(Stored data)

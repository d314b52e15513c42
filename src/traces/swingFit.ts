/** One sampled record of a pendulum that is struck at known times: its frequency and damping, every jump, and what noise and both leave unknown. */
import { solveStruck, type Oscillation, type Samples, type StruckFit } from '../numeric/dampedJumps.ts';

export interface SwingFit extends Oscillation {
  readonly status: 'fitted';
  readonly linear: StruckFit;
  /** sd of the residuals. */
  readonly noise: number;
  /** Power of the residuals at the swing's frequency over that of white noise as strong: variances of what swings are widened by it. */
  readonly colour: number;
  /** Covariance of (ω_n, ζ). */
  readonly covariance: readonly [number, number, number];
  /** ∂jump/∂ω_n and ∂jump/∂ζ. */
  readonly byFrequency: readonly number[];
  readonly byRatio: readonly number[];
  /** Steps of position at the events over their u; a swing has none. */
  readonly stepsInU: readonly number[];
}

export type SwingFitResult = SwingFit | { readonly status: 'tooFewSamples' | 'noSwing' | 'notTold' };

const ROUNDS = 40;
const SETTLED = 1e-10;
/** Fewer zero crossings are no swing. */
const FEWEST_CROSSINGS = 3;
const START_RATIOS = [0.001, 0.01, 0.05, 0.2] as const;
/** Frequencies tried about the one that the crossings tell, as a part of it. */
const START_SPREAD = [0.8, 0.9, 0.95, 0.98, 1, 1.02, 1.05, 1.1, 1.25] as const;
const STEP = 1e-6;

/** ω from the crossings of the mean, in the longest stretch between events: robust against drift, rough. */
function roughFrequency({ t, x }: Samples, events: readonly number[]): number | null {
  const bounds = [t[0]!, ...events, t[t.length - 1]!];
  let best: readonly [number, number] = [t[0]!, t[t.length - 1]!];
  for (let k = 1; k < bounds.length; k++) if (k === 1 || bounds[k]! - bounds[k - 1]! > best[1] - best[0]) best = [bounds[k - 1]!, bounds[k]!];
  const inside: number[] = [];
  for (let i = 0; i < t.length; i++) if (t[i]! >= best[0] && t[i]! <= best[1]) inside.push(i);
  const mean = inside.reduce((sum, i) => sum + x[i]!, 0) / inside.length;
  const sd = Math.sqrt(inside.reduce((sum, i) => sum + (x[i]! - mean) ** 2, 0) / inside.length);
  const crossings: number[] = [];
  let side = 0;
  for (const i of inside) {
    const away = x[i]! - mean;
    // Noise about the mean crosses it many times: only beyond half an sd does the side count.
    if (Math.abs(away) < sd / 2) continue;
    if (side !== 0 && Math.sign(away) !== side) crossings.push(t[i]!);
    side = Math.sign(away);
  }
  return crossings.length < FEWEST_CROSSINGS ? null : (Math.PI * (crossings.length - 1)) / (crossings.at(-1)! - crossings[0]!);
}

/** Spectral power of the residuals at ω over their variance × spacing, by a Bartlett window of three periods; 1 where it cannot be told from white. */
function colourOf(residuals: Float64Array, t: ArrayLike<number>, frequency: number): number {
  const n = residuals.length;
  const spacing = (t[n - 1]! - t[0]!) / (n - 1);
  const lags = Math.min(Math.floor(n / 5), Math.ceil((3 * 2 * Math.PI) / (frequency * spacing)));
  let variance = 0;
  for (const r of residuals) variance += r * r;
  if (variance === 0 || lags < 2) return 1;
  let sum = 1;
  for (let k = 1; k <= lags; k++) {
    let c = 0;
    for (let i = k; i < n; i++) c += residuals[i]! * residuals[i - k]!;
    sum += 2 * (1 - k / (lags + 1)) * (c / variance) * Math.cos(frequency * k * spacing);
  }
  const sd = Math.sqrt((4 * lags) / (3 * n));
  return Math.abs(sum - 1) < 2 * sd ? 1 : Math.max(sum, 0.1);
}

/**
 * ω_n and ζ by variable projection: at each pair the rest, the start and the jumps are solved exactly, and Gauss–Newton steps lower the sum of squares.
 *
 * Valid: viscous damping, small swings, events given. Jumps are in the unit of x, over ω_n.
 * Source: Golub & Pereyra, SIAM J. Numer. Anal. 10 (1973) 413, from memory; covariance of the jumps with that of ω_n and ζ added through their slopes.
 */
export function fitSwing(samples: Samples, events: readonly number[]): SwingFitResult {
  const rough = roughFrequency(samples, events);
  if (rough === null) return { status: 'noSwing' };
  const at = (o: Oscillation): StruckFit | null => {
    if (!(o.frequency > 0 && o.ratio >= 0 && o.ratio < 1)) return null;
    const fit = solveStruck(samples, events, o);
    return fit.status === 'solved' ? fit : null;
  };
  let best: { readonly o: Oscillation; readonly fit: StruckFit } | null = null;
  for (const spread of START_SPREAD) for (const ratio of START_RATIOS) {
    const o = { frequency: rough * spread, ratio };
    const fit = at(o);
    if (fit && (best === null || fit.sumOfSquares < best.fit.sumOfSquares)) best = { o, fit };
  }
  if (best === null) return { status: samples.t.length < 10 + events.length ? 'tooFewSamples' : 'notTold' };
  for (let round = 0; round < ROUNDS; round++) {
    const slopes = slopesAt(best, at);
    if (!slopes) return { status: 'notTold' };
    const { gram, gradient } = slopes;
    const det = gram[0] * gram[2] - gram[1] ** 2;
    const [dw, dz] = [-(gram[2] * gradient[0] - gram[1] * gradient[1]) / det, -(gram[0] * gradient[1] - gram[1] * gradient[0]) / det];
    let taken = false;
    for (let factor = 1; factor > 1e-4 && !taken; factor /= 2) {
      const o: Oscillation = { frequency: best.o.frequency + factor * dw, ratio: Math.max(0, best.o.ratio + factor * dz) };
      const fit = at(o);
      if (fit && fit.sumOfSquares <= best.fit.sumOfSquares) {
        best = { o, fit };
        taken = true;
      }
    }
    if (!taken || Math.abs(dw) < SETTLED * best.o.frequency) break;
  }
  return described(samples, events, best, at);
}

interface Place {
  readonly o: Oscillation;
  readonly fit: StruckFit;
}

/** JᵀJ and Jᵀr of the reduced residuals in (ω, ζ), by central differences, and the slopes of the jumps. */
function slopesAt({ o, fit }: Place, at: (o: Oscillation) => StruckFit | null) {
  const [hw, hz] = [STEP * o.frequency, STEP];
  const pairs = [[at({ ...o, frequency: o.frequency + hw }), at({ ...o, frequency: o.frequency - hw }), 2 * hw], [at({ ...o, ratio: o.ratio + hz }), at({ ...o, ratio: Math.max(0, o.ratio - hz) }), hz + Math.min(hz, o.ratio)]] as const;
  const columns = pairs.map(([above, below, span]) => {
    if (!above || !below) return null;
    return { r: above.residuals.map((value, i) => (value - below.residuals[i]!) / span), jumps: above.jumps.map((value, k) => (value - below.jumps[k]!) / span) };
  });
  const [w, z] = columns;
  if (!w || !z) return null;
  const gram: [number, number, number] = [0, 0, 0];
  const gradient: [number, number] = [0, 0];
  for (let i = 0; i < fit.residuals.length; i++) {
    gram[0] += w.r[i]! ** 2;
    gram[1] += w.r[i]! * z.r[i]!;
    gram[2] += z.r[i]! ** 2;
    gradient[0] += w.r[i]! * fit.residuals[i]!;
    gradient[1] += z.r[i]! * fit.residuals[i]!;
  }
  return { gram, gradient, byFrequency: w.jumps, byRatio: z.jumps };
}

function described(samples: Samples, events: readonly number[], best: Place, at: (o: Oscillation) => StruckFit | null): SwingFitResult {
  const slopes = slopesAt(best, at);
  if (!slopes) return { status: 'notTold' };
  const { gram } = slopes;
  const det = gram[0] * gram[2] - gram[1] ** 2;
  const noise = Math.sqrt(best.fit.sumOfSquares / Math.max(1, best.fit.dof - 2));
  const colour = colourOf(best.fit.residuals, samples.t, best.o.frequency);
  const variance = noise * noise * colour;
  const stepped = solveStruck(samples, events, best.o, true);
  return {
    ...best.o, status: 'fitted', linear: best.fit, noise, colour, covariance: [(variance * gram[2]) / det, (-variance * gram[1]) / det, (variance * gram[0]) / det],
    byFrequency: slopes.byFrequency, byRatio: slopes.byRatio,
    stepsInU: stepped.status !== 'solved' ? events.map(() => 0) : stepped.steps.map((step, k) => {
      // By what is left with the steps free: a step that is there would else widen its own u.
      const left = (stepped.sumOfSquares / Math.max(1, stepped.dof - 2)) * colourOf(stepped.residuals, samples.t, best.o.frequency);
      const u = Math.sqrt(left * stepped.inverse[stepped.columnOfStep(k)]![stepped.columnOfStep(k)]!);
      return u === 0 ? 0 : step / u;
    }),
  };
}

...

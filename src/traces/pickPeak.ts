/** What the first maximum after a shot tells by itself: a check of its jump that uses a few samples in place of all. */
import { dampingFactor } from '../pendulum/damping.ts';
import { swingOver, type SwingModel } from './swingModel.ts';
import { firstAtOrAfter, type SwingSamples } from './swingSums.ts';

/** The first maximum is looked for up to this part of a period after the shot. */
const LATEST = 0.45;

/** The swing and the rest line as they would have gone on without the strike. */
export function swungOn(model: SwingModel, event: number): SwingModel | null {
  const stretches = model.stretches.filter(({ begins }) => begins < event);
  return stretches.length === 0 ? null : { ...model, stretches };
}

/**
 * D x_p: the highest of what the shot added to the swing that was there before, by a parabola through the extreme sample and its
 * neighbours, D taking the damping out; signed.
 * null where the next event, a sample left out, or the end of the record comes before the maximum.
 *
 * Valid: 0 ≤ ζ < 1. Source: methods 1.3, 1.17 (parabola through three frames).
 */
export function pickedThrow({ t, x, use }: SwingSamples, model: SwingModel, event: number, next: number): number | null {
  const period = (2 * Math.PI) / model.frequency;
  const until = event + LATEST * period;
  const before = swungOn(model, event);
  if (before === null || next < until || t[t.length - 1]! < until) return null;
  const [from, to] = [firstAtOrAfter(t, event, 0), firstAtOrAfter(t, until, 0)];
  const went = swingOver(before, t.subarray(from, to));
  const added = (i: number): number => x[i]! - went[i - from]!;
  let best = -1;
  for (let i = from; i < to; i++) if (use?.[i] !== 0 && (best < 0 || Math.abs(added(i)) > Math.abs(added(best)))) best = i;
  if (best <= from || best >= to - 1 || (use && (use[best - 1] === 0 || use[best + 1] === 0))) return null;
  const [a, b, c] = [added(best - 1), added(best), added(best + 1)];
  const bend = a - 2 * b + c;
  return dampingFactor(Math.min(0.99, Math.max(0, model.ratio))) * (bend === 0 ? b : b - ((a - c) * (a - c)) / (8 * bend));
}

Task instructions:
Whenever a line includes the word "LATEST", pull it out of the entries.

Solution:
const LATEST = 0.45;
  const until = event + LATEST * period;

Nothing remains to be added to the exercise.